Could you write out each entry exactly as it reads?

Collected data
"""

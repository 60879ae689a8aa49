import { memo } from 'react';
import type { MapData } from '../../shared/contracts/output';
import { curvePath, dotPath, errorPath, linePath, type Scales, stepPath } from './line-paths';
import type { LinePlotProps } from './types';

interface LineDataProps {
  map: MapData;
  bins: { from: number; to: number };
  scales: Scales;
  style: LinePlotProps['style'];
  colour: string;
  showModel: boolean;
  /** CSS pixels to a bin: error bars of steps are drawn only where they can be told apart. */
  binPx: number;
}

/** Narrowest bin whose error bar is drawn over a step. */
const ERROR_BAR_PX = 7;

/** The data, their error bars and the model, each one path. */
export const LineData = memo(function LineData(props: LineDataProps) {
  const { map, bins, scales, style, colour, showModel, binPx } = props;
  const withErrors = style === 'points' || (style === 'steps' && binPx >= ERROR_BAR_PX);
  return (
    <g fill="none">
      {withErrors ? (
        <path
          d={errorPath(map, bins, scales)}
          stroke={colour}
          strokeWidth="var(--plot-hair)"
          data-errors=""
        />
      ) : null}
      {style === 'points' ? (
        <path
          d={dotPath(map, bins, map.data, scales)}
          stroke={colour}
          strokeWidth="var(--plot-dot)"
          strokeLinecap="round"
          data-points=""
        />
      ) : (
        <path
          d={style === 'steps' ? stepPath(map, bins, scales) : linePath(map, bins, map.data, scales)}
          stroke={colour}
          strokeWidth="var(--plot-line)"
          strokeLinejoin="round"
          data-line=""
        />
      )}
      {showModel && map.model ? (
        <path
          d={curvePath(map, bins, map.model, scales)}
          stroke="var(--color-text)"
          strokeWidth="var(--plot-line)"
          data-model=""
        />
      ) : null}
    </g>
  );
});

export function Residuals({
  map,
  bins,
  scales,
  values,
}: Omit<LineDataProps, 'style' | 'colour' | 'showModel' | 'binPx'> & { values: Float64Array }) {
  return (
    <path
      d={dotPath(map, bins, values, scales)}
      fill="none"
      stroke="var(--color-dim)"
      strokeWidth="calc(var(--plot-dot) * 0.75)"
      strokeLinecap="round"
      data-residuals=""
    />
  );
}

"""

▶ _Exercise solution_:
repository 60879ae689a8aa49
import { memo } from 'react';
import type { MapData } from '../../shared/contracts/output';
import { curvePath, dotPath, errorPath, linePath, type Scales, stepPath } from './line-paths';
import type { LinePlotProps } from './types';

interface LineDataProps {
  map: MapData;
  bins: { from: number; to: number };
  scales: Scales;
  style: LinePlotProps['style'];
  colour: string;
  showModel: boolean;
  /** CSS pixels to a bin: error bars of steps are drawn only where they can be told apart. */
  binPx: number;
}

/** Narrowest bin whose error bar is drawn over a step. */
const ERROR_BAR_PX = 7;

/** The data, their error bars and the model, each one path. */
export const LineData = memo(function LineData(props: LineDataProps) {
  const { map, bins, scales, style, colour, showModel, binPx } = props;
  const withErrors = style === 'points' || (style === 'steps' && binPx >= ERROR_BAR_PX);
  return (
    <g fill="none">
      {withErrors ? (
        <path
          d={errorPath(map, bins, scales)}
          stroke={colour}
          strokeWidth="var(--plot-hair)"
          data-errors=""
        />
      ) : null}
      {style === 'points' ? (
        <path
          d={dotPath(map, bins, map.data, scales)}
          stroke={colour}
          strokeWidth="var(--plot-dot)"
          strokeLinecap="round"
          data-points=""
        />
      ) : (
        <path
          d={style === 'steps' ? stepPath(map, bins, scales) : linePath(map, bins, map.data, scales)}
          stroke={colour}
          strokeWidth="var(--plot-line)"
          strokeLinejoin="round"
          data-line=""
        />
      )}
      {showModel && map.model ? (
        <path
          d={curvePath(map, bins, map.model, scales)}
          stroke="var(--color-text)"
          strokeWidth="var(--plot-line)"
          data-model=""
        />
      ) : null}
    </g>
  );
});

export function Residuals({
  map,
  bins,
  scales,
  values,
}: Omit<LineDataProps, 'style' | 'colour' | 'showModel' | 'binPx'> & { values: Float64Array }) {
  return (
    <path
      d={dotPath(map, bins, values, scales)}
      fill="none"
      stroke="var(--color-dim)"
      strokeWidth="calc(var(--plot-dot) * 0.75)"
      strokeLinecap="round"
      data-residuals=""
    />
  );
}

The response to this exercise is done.